• [Task requirements] For this exercise, transcribe all the records below exactly.
-------- Data for processing --------
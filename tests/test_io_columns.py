"""Column-role inference and the value helpers shared by the table readers."""

from __future__ import annotations

import numpy as np
import pytest

from driftloop.config import ReadConfig
from driftloop.errors import ConfigError, InputError
from driftloop.io.columns import (
    check_lon_convention,
    default_drifter_id,
    drifter_ids,
    infer_columns,
    join_errors,
    normalise_name,
    parse_numbers,
)

BASE = {"id": "id", "time": "time", "lat": "lat", "lon": "lon"}


def roles_of(names, config=None):
    roles = infer_columns(names, config or ReadConfig(), "tracks.csv")
    return {role: roles.name(role) for role in ("id", "time", "date", "lat", "lon")}


@pytest.mark.parametrize(
    ("role", "spelling"),
    [
        ("id", "ID"),
        ("id", "Drifter ID"),
        ("id", "drifter_id"),
        ("id", "buoy"),
        ("id", "BUOY-ID"),
        ("id", "platform_code"),
        ("id", "WMO"),
        ("id", "imei"),
        ("id", "trajectory"),
        ("time", "Time"),
        ("time", "timestamp"),
        ("time", "DateTime"),
        ("time", "date_time"),
        ("time", "time_utc"),
        ("time", "Time (UTC)"),
        ("time", "obs_time"),
        ("time", "obs_time_utc"),
        ("time", "Timestamp (GMT)"),
        ("lat", "Latitude"),
        ("lat", "LAT"),
        ("lat", "lat_deg"),
        ("lat", "Latitude (deg N)"),
        ("lat", "latitude [degrees_north]"),
        ("lon", "Longitude"),
        ("lon", "long"),
        ("lon", "lng"),
        ("lon", "lon_deg"),
        ("lon", "lon [degrees_east]"),
    ],
)
def test_spellings_are_recognised(role, spelling):
    names = {**BASE, role: spelling}
    found = roles_of(list(names.values()))
    assert found[role] == spelling
    for other, name in names.items():
        assert found[other] == name


@pytest.mark.parametrize("name", ["x", "y", "northing", "easting", "value"])
def test_xy_are_not_guessed(name):
    with pytest.raises(InputError, match="no latitude column found"):
        roles_of(["time", name, "lon"])


def test_name_folding():
    assert normalise_name("  Drifter-ID ") == "drifterid"
    assert normalise_name("LAT_deg") == "latdeg"


def test_no_id_column_means_one_drifter():
    found = roles_of(["time", "lat", "lon"])
    assert found["id"] is None


def test_generic_id_name_only_used_without_a_specific_one():
    assert roles_of(["id", "name", "time", "lat", "lon"])["id"] == "id"
    assert roles_of(["name", "time", "lat", "lon"])["id"] == "name"


def test_explicit_mapping_wins_and_takes_the_column():
    config = ReadConfig(columns={"lat": "gps_y", "id": "lat"})
    found = roles_of(["lat", "time", "gps_y", "lon"], config)
    assert found["lat"] == "gps_y"
    assert found["id"] == "lat"


def test_mapping_matches_case_and_spaces_insensitively():
    found = roles_of(["Time", " My Lat ", "lon"], ReadConfig(columns={"lat": "my lat"}))
    assert found["lat"] == " My Lat "


def test_mapped_column_absent_names_it_and_lists_the_columns():
    config = ReadConfig(columns={"lat": "breite"})
    with pytest.raises(InputError) as caught:
        roles_of(["time", "lat", "lon"], config)
    text = str(caught.value)
    assert text.startswith("tracks.csv: ")
    assert "'breite' given for lat is not in the file" in text
    assert "'time', 'lat', 'lon'" in text


def test_unknown_role_in_mapping_is_a_config_error():
    with pytest.raises(ConfigError, match="unknown column role 'depth'"):
        roles_of(["time", "lat", "lon"], ReadConfig(columns={"depth": "z"}))


def test_two_columns_for_one_role_is_ambiguous_unless_mapped():
    names = ["time", "lat", "lon", "longitude"]
    with pytest.raises(InputError) as caught:
        roles_of(names)
    text = str(caught.value)
    assert "'lon' and 'longitude' both look like the longitude" in text
    assert "--columns lon=NAME" in text
    assert roles_of(names, ReadConfig(columns={"lon": "longitude"}))["lon"] == "longitude"


def test_missing_required_role_names_role_header_and_mapping():
    with pytest.raises(InputError) as caught:
        roles_of(["buoy", "when", "lat", "lon"])
    text = str(caught.value)
    assert "no time column found" in text
    assert "'buoy', 'when', 'lat', 'lon'" in text
    assert "--columns time=NAME" in text


def test_single_column_header_hints_at_the_separator():
    with pytest.raises(InputError, match="is the separator right"):
        roles_of(["time;lat;lon"])


def test_date_pairs_with_a_time_of_day_column():
    found = roles_of(["date", "time", "lat", "lon"])
    assert (found["date"], found["time"]) == ("date", "time")


def test_date_is_ignored_next_to_a_full_timestamp_column():
    found = roles_of(["date", "timestamp", "lat", "lon"])
    assert (found["date"], found["time"]) == (None, "timestamp")


def test_lone_date_column_is_the_time():
    found = roles_of(["Date", "lat", "lon"])
    assert (found["date"], found["time"]) == (None, "Date")


def test_date_not_inferred_when_time_is_mapped():
    found = roles_of(["date", "t", "lat", "lon"], ReadConfig(columns={"time": "t"}))
    assert (found["date"], found["time"]) == (None, "t")


def test_default_drifter_id():
    assert default_drifter_id("a/b/LANTERN-01.csv", ReadConfig()) == "LANTERN-01"
    assert default_drifter_id("a/b/x.csv", ReadConfig(drifter_id="B9")) == "B9"


def test_parse_numbers_missing_versus_unparseable():
    parsed = parse_numbers(["45.5", " -3e1 ", "", "NA", "nan", "N/A", "-", "abc", "1,5", "inf"],
                           "lat")
    assert parsed.values[:2].tolist() == [45.5, -30.0]
    assert parsed.missing.tolist() == [False, False, True, True, True, True, True,
                                       False, False, False]
    assert parsed.errors[7] == "lat: not a number 'abc'"
    assert parsed.errors[8] == "lat: not a number '1,5'"
    assert parsed.errors[9] == "lat: not a number 'inf'"
    assert np.isnan(parsed.values[2:]).all()


def test_parse_numbers_decimal_comma():
    parsed = parse_numbers(["12,5", "-0,25", "7", "1,2,3"], "lon", decimal_comma=True)
    assert parsed.values[:3].tolist() == [12.5, -0.25, 7.0]
    assert parsed.errors[3] == "lon: not a number '1,2,3'"


def test_drifter_ids_empty_is_an_error_for_the_row():
    ids, errors = drifter_ids(["A1", " B2 ", "", "NA"], "buoy")
    assert ids.tolist() == ["A1", "B2", "", ""]
    assert errors.tolist() == ["", "", "buoy: no drifter id", "buoy: no drifter id"]


def test_join_errors():
    a = np.array(["", "x: bad", "y: bad"], dtype=object)
    b = np.array(["", "", "z: bad"], dtype=object)
    assert join_errors(a, b).tolist() == ["", "x: bad", "y: bad; z: bad"]


def test_lon_convention_mixed_within_a_drifter():
    lon = np.array([10.0, 350.0, -5.0])
    ids = np.array(["A", "A", "A"], dtype=object)
    with pytest.raises(InputError) as caught:
        check_lon_convention(lon, ids, np.array([2, 3, 4]), "f.csv", "lon")
    error = caught.value
    assert (error.row, error.column) == (4, "lon")
    assert "350 in row 3" in str(error)


def test_lon_convention_separate_drifters_may_differ():
    lon = np.array([350.0, -5.0, 500.0, -200.0])
    ids = np.array(["A", "B", "A", "A"], dtype=object)
    assert check_lon_convention(lon, ids, np.arange(4), "f.csv", "lon") is None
--------
• [Output]
filename tests/test_io_columns.py
"""Column-role inference and the value helpers shared by the table readers."""

from __future__ import annotations

import numpy as np
import pytest

from driftloop.config import ReadConfig
from driftloop.errors import ConfigError, InputError
from driftloop.io.columns import (
    check_lon_convention,
    default_drifter_id,
    drifter_ids,
    infer_columns,
    join_errors,
    normalise_name,
    parse_numbers,
)

BASE = {"id": "id", "time": "time", "lat": "lat", "lon": "lon"}


def roles_of(names, config=None):
    roles = infer_columns(names, config or ReadConfig(), "tracks.csv")
    return {role: roles.name(role) for role in ("id", "time", "date", "lat", "lon")}


@pytest.mark.parametrize(
    ("role", "spelling"),
    [
        ("id", "ID"),
        ("id", "Drifter ID"),
        ("id", "drifter_id"),
        ("id", "buoy"),
        ("id", "BUOY-ID"),
        ("id", "platform_code"),
        ("id", "WMO"),
        ("id", "imei"),
        ("id", "trajectory"),
        ("time", "Time"),
        ("time", "timestamp"),
        ("time", "DateTime"),
        ("time", "date_time"),
        ("time", "time_utc"),
        ("time", "Time (UTC)"),
        ("time", "obs_time"),
        ("time", "obs_time_utc"),
        ("time", "Timestamp (GMT)"),
        ("lat", "Latitude"),
        ("lat", "LAT"),
        ("lat", "lat_deg"),
        ("lat", "Latitude (deg N)"),
        ("lat", "latitude [degrees_north]"),
        ("lon", "Longitude"),
        ("lon", "long"),
        ("lon", "lng"),
        ("lon", "lon_deg"),
        ("lon", "lon [degrees_east]"),
    ],
)
def test_spellings_are_recognised(role, spelling):
    names = {**BASE, role: spelling}
    found = roles_of(list(names.values()))
    assert found[role] == spelling
    for other, name in names.items():
        assert found[other] == name


@pytest.mark.parametrize("name", ["x", "y", "northing", "easting", "value"])
def test_xy_are_not_guessed(name):
    with pytest.raises(InputError, match="no latitude column found"):
        roles_of(["time", name, "lon"])


def test_name_folding():
    assert normalise_name("  Drifter-ID ") == "drifterid"
    assert normalise_name("LAT_deg") == "latdeg"


def test_no_id_column_means_one_drifter():
    found = roles_of(["time", "lat", "lon"])
    assert found["id"] is None


def test_generic_id_name_only_used_without_a_specific_one():
    assert roles_of(["id", "name", "time", "lat", "lon"])["id"] == "id"
    assert roles_of(["name", "time", "lat", "lon"])["id"] == "name"


def test_explicit_mapping_wins_and_takes_the_column():
    config = ReadConfig(columns={"lat": "gps_y", "id": "lat"})
    found = roles_of(["lat", "time", "gps_y", "lon"], config)
    assert found["lat"] == "gps_y"
    assert found["id"] == "lat"


def test_mapping_matches_case_and_spaces_insensitively():
    found = roles_of(["Time", " My Lat ", "lon"], ReadConfig(columns={"lat": "my lat"}))
    assert found["lat"] == " My Lat "


def test_mapped_column_absent_names_it_and_lists_the_columns():
    config = ReadConfig(columns={"lat": "breite"})
    with pytest.raises(InputError) as caught:
        roles_of(["time", "lat", "lon"], config)
    text = str(caught.value)
    assert text.startswith("tracks.csv: ")
    assert "'breite' given for lat is not in the file" in text
    assert "'time', 'lat', 'lon'" in text


def test_unknown_role_in_mapping_is_a_config_error():
    with pytest.raises(ConfigError, match="unknown column role 'depth'"):
        roles_of(["time", "lat", "lon"], ReadConfig(columns={"depth": "z"}))


def test_two_columns_for_one_role_is_ambiguous_unless_mapped():
    names = ["time", "lat", "lon", "longitude"]
    with pytest.raises(InputError) as caught:
        roles_of(names)
    text = str(caught.value)
    assert "'lon' and 'longitude' both look like the longitude" in text
    assert "--columns lon=NAME" in text
    assert roles_of(names, ReadConfig(columns={"lon": "longitude"}))["lon"] == "longitude"


def test_missing_required_role_names_role_header_and_mapping():
    with pytest.raises(InputError) as caught:
        roles_of(["buoy", "when", "lat", "lon"])
    text = str(caught.value)
    assert "no time column found" in text
    assert "'buoy', 'when', 'lat', 'lon'" in text
    assert "--columns time=NAME" in text


def test_single_column_header_hints_at_the_separator():
    with pytest.raises(InputError, match="is the separator right"):
        roles_of(["time;lat;lon"])


def test_date_pairs_with_a_time_of_day_column():
    found = roles_of(["date", "time", "lat", "lon"])
    assert (found["date"], found["time"]) == ("date", "time")


def test_date_is_ignored_next_to_a_full_timestamp_column():
    found = roles_of(["date", "timestamp", "lat", "lon"])
    assert (found["date"], found["time"]) == (None, "timestamp")


def test_lone_date_column_is_the_time():
    found = roles_of(["Date", "lat", "lon"])
    assert (found["date"], found["time"]) == (None, "Date")


def test_date_not_inferred_when_time_is_mapped():
    found = roles_of(["date", "t", "lat", "lon"], ReadConfig(columns={"time": "t"}))
    assert (found["date"], found["time"]) == (None, "t")


def test_default_drifter_id():
    assert default_drifter_id("a/b/LANTERN-01.csv", ReadConfig()) == "LANTERN-01"
    assert default_drifter_id("a/b/x.csv", ReadConfig(drifter_id="B9")) == "B9"


def test_parse_numbers_missing_versus_unparseable():
    parsed = parse_numbers(["45.5", " -3e1 ", "", "NA", "nan", "N/A", "-", "abc", "1,5", "inf"],
                           "lat")
    assert parsed.values[:2].tolist() == [45.5, -30.0]
    assert parsed.missing.tolist() == [False, False, True, True, True, True, True,
                                       False, False, False]
    assert parsed.errors[7] == "lat: not a number 'abc'"
    assert parsed.errors[8] == "lat: not a number '1,5'"
    assert parsed.errors[9] == "lat: not a number 'inf'"
    assert np.isnan(parsed.values[2:]).all()


def test_parse_numbers_decimal_comma():
    parsed = parse_numbers(["12,5", "-0,25", "7", "1,2,3"], "lon", decimal_comma=True)
    assert parsed.values[:3].tolist() == [12.5, -0.25, 7.0]
    assert parsed.errors[3] == "lon: not a number '1,2,3'"


def test_drifter_ids_empty_is_an_error_for_the_row():
    ids, errors = drifter_ids(["A1", " B2 ", "", "NA"], "buoy")
    assert ids.tolist() == ["A1", "B2", "", ""]
    assert errors.tolist() == ["", "", "buoy: no drifter id", "buoy: no drifter id"]


def test_join_errors():
    a = np.array(["", "x: bad", "y: bad"], dtype=object)
    b = np.array(["", "", "z: bad"], dtype=object)
    assert join_errors(a, b).tolist() == ["", "x: bad", "y: bad; z: bad"]


def test_lon_convention_mixed_within_a_drifter():
    lon = np.array([10.0, 350.0, -5.0])
    ids = np.array(["A", "A", "A"], dtype=object)
    with pytest.raises(InputError) as caught:
        check_lon_convention(lon, ids, np.array([2, 3, 4]), "f.csv", "lon")
    error = caught.value
    assert (error.row, error.column) == (4, "lon")
    assert "350 in row 3" in str(error)


def test_lon_convention_separate_drifters_may_differ():
    lon = np.array([350.0, -5.0, 500.0, -200.0])
    ids = np.array(["A", "B", "A", "A"], dtype=object)
    assert check_lon_convention(lon, ids, np.arange(4), "f.csv", "lon") is None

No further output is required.